Requires-Dist: pytest-asyncio; extra == "dev"
Requires-Dist: pytest-cov; extra == "dev"
Requires-Dist: black; extra == "dev"
Requires-Dist: isort; extra == "dev"
Requires-Dist: mypy; extra == "dev"
Provides-Extra: db
Requires-Dist: pymongo; extra == "db"
Requires-Dist: psycopg2-binary; extra == "db"
Dynamic: license-file

# QwlCrapstar: Universal AI-Powered Web Scraper

QwlCrapstar is a robust, AI-driven web scraping library designed for structured data extraction from any website. By leveraging Large Language Models (LLMs), it understands the semantic context of web pages, making it resilient to layout changes and capable of extracting complex data with natural language instructions.

## Key Features

- **Semantic Extraction**: Targeted data extraction based on meaning rather than brittle CSS selectors or XPaths.
- **Self-Healing Architecture**: Automatically adapts to changes in website structure without requiring code updates.
- **Universal LLM Support**: Native integration with OpenAI, Anthropic, Groq, DeepSeek, and local models via Ollama.
- **Advanced Browser Automation**: Built-in Playwright engine with human-like interaction patterns and anti-bot mitigation.
- **Schema-Driven**: Define extraction targets using simple dictionaries or pre-built industry schemas (e.g., E-commerce, Jobs, Real Estate).
- **Privacy & Control**: All credentials remain local; users provide their own API keys or use local models for full data sovereignty.

## Installation

```bash
pip install qwlcrapstar
playwright install chromium
```

## Configuration

QwlCrapstar supports multiple LLM providers.

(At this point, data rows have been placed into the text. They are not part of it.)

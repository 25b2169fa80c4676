"""The gate on hand-made findings: levels, waivers (expiry, scenario, globs), baselines, exit codes."""

from __future__ import annotations

import datetime as dt

import pytest

from derate import exitcodes
from derate.errors import DataError
from derate.findings import Finding
from derate.gate import Baseline, Waiver, decide, decided_findings

TODAY = dt.date(2026, 12, 2)


def f(rule="stress.voltage", severity="error", subject="C1", scenario="hot", ratio=1.2):
    return Finding(rule, severity, "msg", subject=subject, scenario=scenario, ratio=ratio)


def waiver(reference="C1", rule="stress.voltage", expires=dt.date(2027, 1, 1), scenario=None):
    return Waiver(reference, rule, "accepted in review 12", "A. Okafor", expires, scenario, "waivers.yaml:3")


def test_levels():
    assert decide([f(severity="warning")], today=TODAY).exit_code == exitcodes.PASS
    assert decide([f(severity="warning")], "warning", today=TODAY).exit_code == exitcodes.FINDINGS
    assert decide([f(severity="info")], "warning", today=TODAY).exit_code == exitcodes.PASS
    assert decide([f()], today=TODAY, simulation_failed=True).exit_code == exitcodes.SIMULATION
    with pytest.raises(DataError):
        decide([], "sometimes")


def test_waivers_match_by_glob_rule_and_scenario_and_expire():
    v = decide([f(subject="X2.C5")], waivers=[waiver("X*.C5")], today=TODAY)
    assert v.passed and v.items[0].waived_by is not None
    assert decide([f()], waivers=[waiver(rule="*")], today=TODAY).passed
    assert not decide([f()], waivers=[waiver(scenario="cold")], today=TODAY).passed
    expired = decide([f()], waivers=[waiver(expires=dt.date(2026, 12, 1))], today=TODAY)
    assert not expired.passed and "expired on 2026-12-01" in expired.notes[0]
    unused = decide([], waivers=[waiver()], today=TODAY)
    assert unused.passed and "matches no finding" in unused.notes[0]
    recorded = decided_findings(decide([f()], waivers=[waiver()], today=TODAY))[0]
    assert recorded.details["waived"]["owner"] == "A. Okafor" and recorded.details["gates"] is False


def test_baseline_fails_only_on_new_or_worse(tmp_path):
    path = tmp_path / "main.json"
    path.write_text('{"findings": [{"subject": "C1", "rule": "stress.voltage", "severity": "error", "ratio": 1.2},'
                    ' {"subject": "C2", "rule": "stress.ripple", "severity": "warning", "ratio": 0.95}]}')
    base = Baseline.load(path)
    assert decide([f(ratio=1.2)], baseline=base, today=TODAY).passed  # known
    assert not decide([f(ratio=1.3)], baseline=base, today=TODAY).passed  # worse ratio
    assert not decide([f(subject="C2", rule="stress.ripple", severity="error", ratio=0.9)], baseline=base,
                      today=TODAY).passed  # worse severity
    assert not decide([f(subject="C3")], baseline=base, today=TODAY).passed  # new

To use a specific provider, ensure the corresponding environment variable is set.

| Provider | Environment Variable | Model (Default) |
|----------|----------------------|-----------------|
| **Groq** | `GROQ_API_KEY` | `llama3-70b-8192` |
| **OpenAI** | `OPENAI_API_KEY` | `gpt-4o` |
| **Anthropic** | `ANTHROPIC_API_KEY` | `claude-3-5-sonnet` |
| **DeepSeek** | `DEEPSEEK_API_KEY` | `deepseek-chat` |
| **Ollama** | N/A (Local) | `llama3` |

### Initialization Example

```python
from qwl_crapstar import QwlCrapstar

# Using Groq (Default)
scraper = QwlCrapstar(llm_provider="groq")

# Using local Ollama
scraper = QwlCrapstar(use_local_llm=True)
```

## Usage Guide

### 1. Defining Schemas
You can define what you want to extract using a simple dictionary where the key is the field name and the value is a description for the LLM.

```python
# Custom Schema
schema = {
    "product_name": "The full name of the product",
    "price_usd": "Price of the product in USD",
    "availability": "Boolean indicating if the item is in stock"
}
```

### 2. Using Pre-built Schemas
QwlCrapstar provides standard schemas for common use cases:

```python
from qwl_crapstar import PrebuiltSchemas

job_schema = PrebuiltSchemas.job_posting()
product_schema = PrebuiltSchemas.ecommerce_product()
real_estate_schema = PrebuiltSchemas.real_estate_listing()
```

### 3. Extracting Data
Execute a scrape by providing a URL, a prompt, and a schema.

```python
import asyncio
from qwl_crapstar import QwlCrapstar

async def main():
    scraper = QwlCrapstar(llm_provider="groq")
    
    results = await scraper.scrape(
        url="https://news.ycombinator.com",
        prompt="Extract the top 5 stories ranking by points",
        schema={
            "title": "Story headline",
            "points": "Number of points",
            "link": "URL of the story"
        }
    )
    
    for item in results:
        print(item)

if __name__ == "__main__":
    asyncio.run(main())
```

## Data Export

Easily save your results in standard formats:

```python
scraper.export_json(results, "data.json")
scraper.export_csv(results, "data.csv")
scraper.send_webhook("https://api.example.com/webhook", results)
```

## License

This project is licensed under the MIT License.